Iraq will bring its Baghdad security forces under a unified command in a bid to quash death squad activity, national security advisor Muwaffaq Rubaie told AFP.
He said as part of the plan the role of the Facility Protection Service (FPS), the 150,000-strong force providing security for infrastructure sites and ministries, will be reexamined.
"We are working on a new security plan that would help control the violence and the role of FPS needs to be revisited," Rubaie said.
Iraq's interior minister Bayan Al-Solagh has implicated the FPS in the wave of death squad killings that have ravaged the country in recent months and have been blamed on the Shiite-controlled government security forces.
"We need to revisit the issue of FPS, unify them under a single command and relook at their code of practice," Rubaie said.
Solagh told AFP Tuesday that there were about 200,000 security personnel not controlled by his ministry and that they needed to be put under a single authority, including the FPS.
Solagh said that most of the human rights abuses attributed to the police and the interior ministry in Iraq can be laid at the feet of the various security bodies belonging to other ministries.
"These forces are out of control. In total there are 200,000 not controlled by the MOI and MOD," he said referring to the interior and defense ministries.
"No one controls them, not even the prime minister."
In the case of the FPS, Solagh said their equipment is similar to that of the police.
"They have the same cars, the same weapons, the same uniforms as the police, just instead of 'IP' it is written 'FPS'," he said.
The FPS forces operate as independent entities under the control of the ministries they are assigned to guard, he explained.
Solagh added that he has already discussed the matter with prime minister-designate Nuri al-Maliki.
In the past few months, Iraq has seen a proliferation of corpses being found in Baghdad and its surrounding areas.
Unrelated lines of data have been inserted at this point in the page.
/**
 * The ids of supervision records stored from the journal (`supervision_records_applied`): a
 * replay of a record whose id is here stores nothing. Only records the journal file still holds
 * can be replayed, so every other id can be forgotten (`forgetAppliedExcept`).
 */
import { sql } from 'drizzle-orm';
import type { Db } from '../db/database.js';
import { supervisionRecordsApplied } from '../db/schema.js';

type Tx = Parameters<Parameters<Db['transaction']>[0]>[0];

/** Notes `id` as stored, in the record's own transaction; false when it was stored before. */
export async function markApplied(tx: Tx, id: string, nowMs: number): Promise<boolean> {
  const [fresh] = await tx
    .insert(supervisionRecordsApplied)
    .values({ id, appliedAtMs: nowMs })
    .onConflictDoNothing()
    .returning({ id: supervisionRecordsApplied.id });
  return fresh !== undefined;
}

/** Forgets every id except those in `keep` (the records the journal file still holds). */
export async function forgetAppliedExcept(db: Db, keep: readonly string[]): Promise<void> {
  // One array parameter, however many records the journal holds.
  await db.delete(supervisionRecordsApplied).where(sql`${supervisionRecordsApplied.id} <> all(${sql.param([...keep])}::text[])`);
}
They are thought to have died at the hands of death squads operating in cooperation with, or at least the tacit approval of, security forces.
Numerous stories of kidnappings and subsequent killings of Iraqis describe the attackers as wearing police uniforms.
Iraq's Sunni Arab politicians have accused the interior ministry of operating these squads to kill members of the minority community in the ongoing sectarian violence that has rocked the country.
On Wednesday, Iraqi President Jalal Talabani said that in Baghdad alone sectarian violence claimed the lives of 1,091 people in the month of April.